February 10, 2015
STATE OF MONTANA, Plaintiff and Appellee,
JAMES ROBERT FILLER, Defendant and Appellant.
On December 30, 2014, we issued the Opinion, State v. Filler, 2014 MT 342. Filler filed a timely petition for rehearing pursuant to M. R. App. P. 20(1)(a), and the State responded. This Court seldom grants petitions for rehearing. Under M. R. App. P. 20(1)(a), a petition for rehearing must be based on facts material to the decision which the Court has overlooked, a question presented by counsel that would have proven decisive to the case but was overlooked, or a statute or controlling decision that conflicts with the Court's decision and was not addressed.

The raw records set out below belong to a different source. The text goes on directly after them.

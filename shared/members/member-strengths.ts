import type { Line, LineOf } from '../calc/line.ts';
import type { Quantity } from '../calc/quantity.ts';
import type { Axis } from './bay-moments.ts';
import type { CompressionStrength } from './compression.ts';
import type { MajorStrengths } from './major-strengths.ts';
import type { MemberQuantities } from './member-quantities.ts';
import type { PlaneMoments } from './plane-moments.ts';
import type { ResolvedInput, ResolvedMember } from './resolved.ts';
import type { SectionQuantities, SteelQuantities } from './section-quantities.ts';
import type { TensionStrength } from './tension.ts';

/** What the member lines made available to every combination; null where it does not apply or is outside scope. */
export interface MemberStrengths {
  readonly input: ResolvedInput;
  readonly member: ResolvedMember;
  readonly q: MemberQuantities;
  readonly steel: SteelQuantities;
  readonly section: SectionQuantities;
  readonly alpha: Quantity | null;
  readonly compression: CompressionStrength | null;
  readonly tension: TensionStrength | null;
  readonly major: MajorStrengths | null;
  readonly Mcy: Quantity | null;
  readonly Cb: Quantity | null;
  /** Available shear strengths by the axis of bending. */
  readonly shear: Readonly<Record<Axis, Quantity | null>>;
}

export interface CombinationRun {
  readonly lines: readonly Line[];
  readonly checks: readonly LineOf<'check'>[];
  /** null where a step before it stopped the combination. */
  readonly planes: Readonly<Record<Axis, PlaneMoments | null>>;
  /** Whether its moments and loads bend the member. */
  readonly bends: Readonly<Record<Axis, boolean>>;
  /** Ids of its segments; one without id is the member. */
  readonly segments: readonly (string | null)[];
  /** Compressed, so that Chapter E and the second-order clauses apply. */
  readonly compressed: boolean;
  readonly tension: boolean;
}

Piller argues that the Opinion neglected to address State v. Burch, 2008 MT 118, 342 Mont. 499, 182 P.3d 66, which specifically states that a district court may not change a defendant's conditions of parole. In the Opinion, we erroneously referenced conditions of "parole, " or sentences of "parolees, " see Opinion, ¶¶ 6, 9, 14, 18, 20, 23, when in fact we were addressing modifications to the conditions of a suspended sentence, or probation, at a revocation proceeding under § 46-18-203, MCA. District courts have authority to modify such conditions at revocation under the authority of State v. Tirey, 2010 MT 283, 358 Mont. 510, 247 P.3d 701 and § 46-18-203(7), MCA. This power was made expressly retroactive, and applies to the sentences of all offenders, not parolees, under the jurisdiction of the Department of Corrections. 2001 Mont. Laws, ch. 493, § 10. Piller also cites a factual error in the Opinion, see ¶ 5, in which we reference probation officer John Boyd's request to the District Court, when in fact Boyd was communicating with the county attorney to request amendments to the conditions of Filler's suspended sentence.

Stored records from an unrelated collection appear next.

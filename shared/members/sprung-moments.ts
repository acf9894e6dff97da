import type { GivenValue, Quantity } from '../calc/quantity.ts';
import type { Recorder } from '../calc/recorder.ts';
import { criticalLoad } from '../standards/aisc360-22/app8.ts';
import type { BayLoad } from '../standards/elastic-theory/bay.ts';
import { sprungBay } from '../standards/elastic-theory/end-springs.ts';
import { firstOrderBay } from '../standards/elastic-theory/statics.ts';
import { clause as theory } from '../standards/elastic-theory/writer.ts';
import { type Axis, type BayMoments, WORD } from './bay-moments.ts';
import type { ResolvedMember } from './resolved.ts';
import type { Bay } from './restraint-lines.ts';

/** The rotational springs of a plane, a pin where only the other end has one; null without any. */
export function springsOf(
  member: ResolvedMember,
  axis: Axis,
  units: 'us' | 'si',
): { readonly A: GivenValue; readonly B: GivenValue } | null {
  const [A, B] = [member.springs?.[`${axis}A`], member.springs?.[`${axis}B`]];
  const known = A ?? B;
  if (member.ends.value !== 'springs' || !known) return null;
  const pin = { ...known, value: 0, text: units === 'us' ? '0 kip ft/rad' : '0 kN m/rad' };
  return { A: A ?? pin, B: B ?? pin };
}

/** kL/EI up to which the lines of the solution keep their digits; far beyond a fixed end. */
const MOST_RELATIVE = 1e4;

/** Exact moments of a bay whose ends turn against springs: the springs take the end moments. */
export function sprungMoments(
  r: Recorder,
  axis: Axis,
  q: {
    readonly bay: Bay;
    readonly loads: readonly BayLoad[];
    readonly springs: { readonly A: GivenValue; readonly B: GivenValue };
    readonly alpha: Quantity;
    /** Axial force, compression positive; may be zero. */
    readonly Pr: Quantity;
    readonly EIstar: Quantity;
  },
): BayMoments | 'failed' | 'outside scope' {
  const { bay, loads, alpha, Pr, EIstar } = q;
  const at = `theory/${axis}`;
  const spring = (end: 'A' | 'B') =>
    r.given(`given/springs/${axis}${end}`, 'k', 'rotationalStiffness', q.springs[end], {
      title: `Rotational stiffness at end ${end}, ${WORD[axis]} axis`,
    });
  const [kA, kB] = [spring('A'), spring('B')];
  if (Math.max(kA.value, kB.value) * bay.L1.value > MOST_RELATIVE * EIstar.value) {
    r.notice(
      `${at}/outside`,
      'outside scope',
      'spring-beyond-fixed',
      'A spring is more than ten thousand times as stiff as the member: the end is fixed, and the digits of the solution are lost in the difference. Give a thousand times EI/L for a fixed end.',
      { title: `End spring stiffer than a fixed end, ${WORD[axis]} axis`, clause: theory('9') },
    );
    return 'outside scope';
  }
  const Pe1 = criticalLoad(r, axis, EIstar, bay.L1);
  const found = sprungBay(r, at, { axis, L1: bay.L1, loads, kA, kB }, { alpha, Pr, EIstar, Pe1 });
  if (found === 'failed' || found === 'outside scope') return found;
  const { result } = found;
  let statics = result.order === 'first' ? result : null;
  return {
    ...{ state: 'done', r, bay, ends: found.bay.ends, loads, exact: result, code: null },
    Mr: result.largest.size.M,
    first: () => (statics ??= firstOrderBay(r, at, found.bay)),
    ...{ alongExact: true, swayed: false, codeLower: false },
  };
}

The State objects to Filler's petition for rehearing, arguing that the erroneous reference to "parole" has no bearing on our legal analysis under the authority of Tirey and § 46-18-203(7), MCA. However, the State has no objection to correcting the Opinion's erroneous reference to "parole, " and the factual error regarding probation officer Boyd.
The Court having fully considered Filler's petition for rehearing and the State's response, we conclude that rehearing is not warranted under the standards of M. R. App. F. 20(1)(a). However, we shall correct the Opinion's erroneous references to "parole, " and the factual errors regarding probation officer Boyd. Accordingly, IT IS ORDERED that the Court's previous Opinion is WITHDRAWN and an Amended Opinion is issued herewith.
IT IS FURTHER ORDERED that the petition for rehearing is DENIED.
The Clerk is directed to mail copies hereof to all parties.